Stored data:
________________________

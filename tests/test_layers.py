"""The rooms import downwards only, and heavy libraries stay in their rooms."""

import ast
from pathlib import Path

import pytest

PACKAGE = Path(__file__).parent.parent / "geomprep"
LAYERS = [
    {"errors", "units", "findings", "curves", "atomic"},
    {"laws", "literature", "solve"},
    {"model"},
    {"files", "repair", "segments", "measure", "anatomy", "assign", "flow", "export"},
    {"case"},
    {"report"},
    {"cli", "cohort"},
]
LEVEL = {room: level for level, rooms in enumerate(LAYERS) for room in rooms}
KEPT_IN = {  # outside library -> rooms that may import it
    "scipy.sparse.linalg": {"solve"},
    "vtkmodules": {"files", "measure"},
    "vtk": set(),
    "meshio": {"files"},
    "networkx": {"repair", "anatomy", "export"},
    "orjson": {"export", "cli"},
    "msgspec": {"export"},
    "jsonschema": {"export"},
    "pyvista": {"report", "export"},
    "matplotlib": {"report"},
}
# named in DEVELOPERS.md; nothing else may look upwards or sideways
EXCEPTIONS: set[tuple[str, str]] = set()


def imports(path: Path) -> list[str]:
    found = []
    for node in ast.walk(ast.parse(path.read_text(encoding="utf-8"))):
        if isinstance(node, ast.Import):
            found += [alias.name for alias in node.names]
        elif isinstance(node, ast.ImportFrom):
            assert node.level == 0, f"{path}: relative import"
            found.append(node.module or "")
            found += [f"{node.module}.{alias.name}" for alias in node.names]
    return found


def room_of(path: Path) -> str:
    parts = path.relative_to(PACKAGE).parts
    return parts[0].removesuffix(".py")


MODULES = [path for path in sorted(PACKAGE.rglob("*.py")) if room_of(path) not in {"__init__", "__main__"}]


@pytest.mark.parametrize("path", MODULES, ids=lambda path: str(path.relative_to(PACKAGE)))
def test_imports_point_down(path: Path) -> None:
    room = room_of(path)
    for name in imports(path):
        parts = name.split(".")
        if parts[0] != "geomprep" or len(parts) < 2 or parts[1].startswith("__"):
            continue
        other = parts[1]
        if other == room or (room, other) in EXCEPTIONS:
            continue
        if LEVEL[room] in (3, 6):  # stages, and the two faces at the top, know nothing of one another
            assert LEVEL[other] < LEVEL[room], f"{room} imports {other}"
        elif LEVEL[room] == 1:
            assert LEVEL[other] == 0 or (room, other) == ("literature", "laws"), f"{room} imports {other}"
        else:
            assert LEVEL[other] <= LEVEL[room], f"{room} imports {other}"


@pytest.mark.parametrize("path", MODULES, ids=lambda path: str(path.relative_to(PACKAGE)))
def test_outside_libraries_stay_in_their_rooms(path: Path) -> None:
    for name in imports(path):
        for library, rooms in KEPT_IN.items():
            if name == library or name.startswith(library + "."):
                assert room_of(path) in rooms, f"{room_of(path)} imports {library}"


def test_every_room_stands_in_the_plan() -> None:
    rooms = {room_of(path) for path in MODULES}
    assert rooms <= set(LEVEL), rooms - set(LEVEL)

________________________

Your task ->
Where a line in the records above includes the string "library", show it.

Response ->
KEPT_IN = {  # outside library -> rooms that may import it
        for library, rooms in KEPT_IN.items():
            if name == library or name.startswith(library + "."):
                assert room_of(path) in rooms, f"{room_of(path)} imports {library}"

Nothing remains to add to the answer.